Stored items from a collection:
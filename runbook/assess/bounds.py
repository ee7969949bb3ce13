"""Least, best and most charge for this vessel and this procedure, each with its reason."""

from __future__ import annotations

from runbook.answers import ChargeBounds, Margin
from runbook.assess.ahead import look
from runbook.assess.boxes import viewed_shape
from runbook.assess.room import LOWEST
from runbook.assess.scene import Scene
from runbook.assess.sights.marks import window_of
from runbook.assess.walk import Walked, left_closed, walk
from runbook.errors import RunbookError

_BELOW_CRITICAL = 0.1
"""How near to critical the surface must still stand in the window; a cell is no more even than that [K]."""
_STEP = 1e-5
"""To which charges are found [kg]."""


def charge_bounds(scene: Scene) -> ChargeBounds:
    """Bounds on the stated mass; the tolerance of the procedure is taken off each."""
    half = 0.5 * (scene.planned[1] - scene.planned[0])
    if scene.apparatus.window is None:
        most, most_reason = _most(scene, half)
        none = "this vessel has no window: no charge shows anything"
        return ChargeBounds(None, None, most, none, none, most_reason)
    lines = walk(scene)
    if any(line.held is not None for line in lines) and not left_closed(lines):
        return _melted(scene, half)
    least, least_reason = _least(scene, half)
    most, most_reason = _most(scene, half)
    best = scene.substance.critical_density * scene.apparatus.volume.free.value
    reason = f"critical density in {scene.apparatus.volume.free.value * 1e6:.0f} mL: the surface fades in place"
    if most is None or (least is not None and most < least):
        # What shows nothing is no advice, however well the vessel bears it.
        return ChargeBounds(
            least, None, most, least_reason, "no charge both shows the sight and stays within the limits", most_reason
        )
    if best > most:
        best, reason = most, "critical density would be more than the most"
    return ChargeBounds(least, best, most, least_reason, reason, most_reason)


def _melted(scene: Scene, half: float) -> ChargeBounds:
    """Of a charge that is closed in by hand alone, to be seen melting: its liquid has to reach the window."""
    most, most_reason = _most(scene, half)
    what = "every charge between least and most shows solid, liquid and vapour together"
    try:
        both = scene.substance.saturation(scene.substance.triple_temperature)
        share = viewed_shape(scene).volume_below(window_of(scene).low)
    except RunbookError as error:
        return ChargeBounds(None, None, most, str(error), what, most_reason)
    density = both.vapour_density + share * (both.liquid_density - both.vapour_density)
    least = density * scene.volume[1] + half
    return ChargeBounds(least, None, most, "with less the liquid stays below the window", what, most_reason)


def sealing_line(lines: tuple[Walked, ...]) -> int | None:
    """Index of the first line that closes the last vent; None where none does."""
    return next((i for i, line in enumerate(lines) if line.seals), None)


def first_blocked(scene: Scene, high_kg: float) -> Margin | None:
    """The margin that refuses a charge of at most high_kg [kg]; None where none does.

    Judged at closing, which commits to all that follows; of a loaded vessel at every line.
    """
    lines = walk(scene, (high_kg, high_kg))
    sealing = sealing_line(lines)
    indices = [sealing] if sealing is not None else [i for i, one in enumerate(lines) if not one.lets_down]
    found = [m for i in indices for m in look(scene, lines, i, with_times=False, high_kg=high_kg).margins]
    # A charge that holds less than the room does so for being too small: it says nothing of the most.
    blocked = [m for m in found if (m.margin is None or m.margin <= 0.0) and m.kind != LOWEST]
    # Temperatures do not change with the charge: a vessel blocked by them has no most, and check says why.
    return next((m for m in blocked if m.kind == "pressure"), blocked[0] if blocked else None)


def _most(scene: Scene, half: float) -> tuple[float | None, str]:
    top = scene.brim_full
    refused = first_blocked(scene, 1e-4)
    if refused is not None:
        return None, f"{refused.limit}, {refused.kind}, refuses every charge" + (
            f": {refused.why}" if refused.why else ""
        )
    if first_blocked(scene, top) is None:
        return top - half, "brim-full of dry ice"
    low, high = 1e-4, top
    while high - low > _STEP:
        middle = 0.5 * (low + high)
        low, high = (middle, high) if first_blocked(scene, middle) is None else (low, middle)
    refused = first_blocked(scene, high)
    if refused is None:
        return low - half, ""
    if refused.why:
        return low - half, refused.why
    at = "" if refused.at is None else f" at {refused.at.temperature_K - 273.15:.1f} degC"
    return low - half, f"{refused.limit} by {refused.cause}{at}"


def _least(scene: Scene, half: float) -> tuple[float | None, str]:
    """Charge whose surface still stands in the window 0.1 K below critical, in the largest volume [kg]."""
    fluid = scene.substance
    try:
        both = fluid.saturation(fluid.critical_temperature - _BELOW_CRITICAL)
        share = viewed_shape(scene).volume_below(window_of(scene).low)
    except RunbookError as error:
        return None, str(error)
    density = both.vapour_density + share * (both.liquid_density - both.vapour_density)
    return (
        density * scene.volume[1] + half,
        "with less the surface sinks below the window before it fades",
    )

TO DO:
Scan the preceding records for lines with the word "vessel". Say how many there are and nothing else.

TASK RESPONSE:
5